Call in the river doctors. Should the city dredge accumulating silt as it did in 1982? Let cattails and a marsh take root in the bottom? Or remove the 1910 Pacific Power dam and allow the river to run fast and free—at least between the Colorado Street dam to the south and the 40-foot North Unit dam no far down river?

Nearly 90 years of mystique and history are immersed in the pond's tranquility. For a time, the shiny surface obscures nature's stead buildup of silt below. Silt-flour-like grains of rock and mineral—and other sediments are as much a part of the 40-acre pond as the Canada geese, mute swans and ducks that everyone ogles while strolling the park west of downtown.
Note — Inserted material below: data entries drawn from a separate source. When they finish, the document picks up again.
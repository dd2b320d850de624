package server

import (
	"bytes"
	"encoding/json"
	"io/fs"
	"net/http"
	"os"
	"path/filepath"
	"strings"
	"testing"

	"tripwell/store"
)

func TestPrivacy_EverybodySeesTheirOwn(t *testing.T) {
	r := newRig(t, 1)
	for _, p := range []store.Person{r.crew, r.manager} {
		b := r.signIn(p)
		page := r.open(b, "/privacy")
		if page.status != http.StatusOK || !strings.Contains(page.body, p.Name) || !strings.Contains(page.body, p.ID) || !strings.Contains(page.body, "As long as the store") {
			t.Errorf("%s: %d %s", p.Name, page.status, page.body)
		}
		if has := strings.Contains(page.body, "/remove"); has != (p.Role == "manager") {
			t.Errorf("%s may remove people: %v", p.Name, has)
		}
		var about aboutPerson
		got := r.open(b, "/privacy/data.json")
		must(t, json.Unmarshal([]byte(got.body), &about))
		if about.ID != p.ID || about.Name != p.Name || len(about.Sessions) != 1 || len(about.SignIns) != 1 || about.Password != nil {
			t.Errorf("%s: %+v", p.Name, about)
		}
		if !strings.HasPrefix(got.header.Get("Content-Disposition"), "attachment") {
			t.Errorf("it is no file: %v", got.header)
		}
		for _, other := range []store.Person{r.crew, r.manager} {
			if other.ID != p.ID && strings.Contains(got.body, other.ID) {
				t.Errorf("%s sees %s", p.Name, other.Name)
			}
		}
	}
}

func TestPersonRemove_FromThePageToTheFile(t *testing.T) {
	r := newRig(t, 1)
	const name = "Ambrosia Quillfeather"
	leaver := r.person(name, "crew", r.site)
	phone := r.enrol(leaver)
	if got := phone.push(phone.entry(r.devices[0], 5).bytes(t)); got[0].State != "stored" {
		t.Fatalf("%+v", got)
	}
	b := r.signIn(r.manager)
	if page := r.open(b, "/people/"+leaver.ID+"/remove"); !strings.Contains(page.body, name) {
		t.Fatalf("%d %s", page.status, page.body)
	}
	if got := r.submit(b, "/people/"+leaver.ID+"/remove", ""); got.status != http.StatusSeeOther {
		t.Fatalf("%d %s", got.status, got.body)
	}
	page := r.open(b, "/entries/"+r.entries()[0].ID)
	if !strings.Contains(page.body, "a former member ("+leaver.ID[:8]+")") || strings.Contains(page.body, name) {
		t.Errorf("the page of their test: %s", page.body)
	}
	must(t, filepath.WalkDir(r.store.Dir(), func(path string, d fs.DirEntry, err error) error {
		if err != nil || !d.Type().IsRegular() {
			return err
		}
		raw, err := os.ReadFile(path)
		if bytes.Contains(raw, []byte("Quillfeather")) {
			t.Errorf("%s still holds the name", d.Name())
		}
		return err
	}))
	if got := r.open(r.signIn(r.crew), "/people/"+leaver.ID+"/remove"); got.status != http.StatusForbidden {
		t.Errorf("crew: got %d, want 403", got.status)
	}
}
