package server

import (
	"net/http"

	"github.com/labstack/echo/v4"
)

// downloadsPage offers what may leave the house.
type downloadsPage struct {
	Frame
	Heading, Under, LabelsText string
	Workbook, Labels           []field // Labels is empty where no label can be made
}

func (s *Server) downloadsShow(c echo.Context) error {
	sites, err := s.sitesOf(c)
	if err != nil {
		return err
	}
	k := s.ink()
	offered := []option{{Text: k.say("office.downloads.all_sites"), Chosen: true}}
	for _, site := range sites {
		offered = append(offered, option{Value: site.Code, Text: site.Name})
	}
	view := downloadsPage{
		Frame: s.frame(c, k.say("office.downloads.title"), "downloads"), Heading: k.say("office.downloads.heading"), Under: k.say("office.downloads.under"),
		Workbook: []field{
			{Name: "site", Label: k.say("office.downloads.site"), Options: offered},
			{Name: "from", Label: k.say("office.downloads.from"), Hint: k.say("office.downloads.open_hint"), Type: "date"},
			{Name: "to", Label: k.say("office.downloads.to"), Hint: k.say("office.downloads.open_hint"), Type: "date"},
		},
		LabelsText: k.say("office.downloads.labels_no_url"),
	}
	if s.store.URL() != "" {
		view.LabelsText = k.say("office.downloads.labels_text")
		view.Labels = []field{
			{ID: "label-site", Name: "site", Label: k.say("office.downloads.site"), Options: offered},
			{Name: "start", Label: k.say("office.downloads.start"), Hint: k.say("office.downloads.start_hint"), Type: "number", Value: "1"},
		}
	}
	return s.page(c, http.StatusOK, "downloads.html", view)
}

// workbookTake and labelsTake send what the downloads page offers, within the reader's own scope.
func (s *Server) workbookTake(c echo.Context) error {
	return s.sendWorkbook(c, scope(c), person(c).ID)
}

func (s *Server) labelsTake(c echo.Context) error {
	return s.sendLabels(c, scope(c), person(c).ID)
}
Indeed, geese and ducks stand offshore on high spots of accumulating muck.

The wooden Pacific Power dam below Newport bridge sets up the right conditions for silt and nutrient-rich sediment to fall out of the water as the Deschutes runs toward the Columbia River. Very simply, silt and sediment fall out in slow water. Sediment deposited in the pond comes from several sources, according to a pond rehabilitation study prepared in 1981 before dredging. Possible sources include eroding river banks upstream, development, changing river levels caused by irrigation flows out of Wickiup Dam, runoff and fertilizers, faulty septic tanks, and turf management in residential areas and parks.

Bend doesn't face a silt crisis just yet. That's the point. Better to talk now, that at the last minute about the sense of place Mirror Pond gives residents and visitors in a landscape becoming increasingly more urban, civic observers say. "It's so important for the community to start thinking and talking about the issue," says Darcy McNamara, project manager for the Bend Riverway,. "We (Riverway) don't have a recommendation on what should happen. All we think is we should be proactive and involve all the stakeholders, which in this case is the entire community."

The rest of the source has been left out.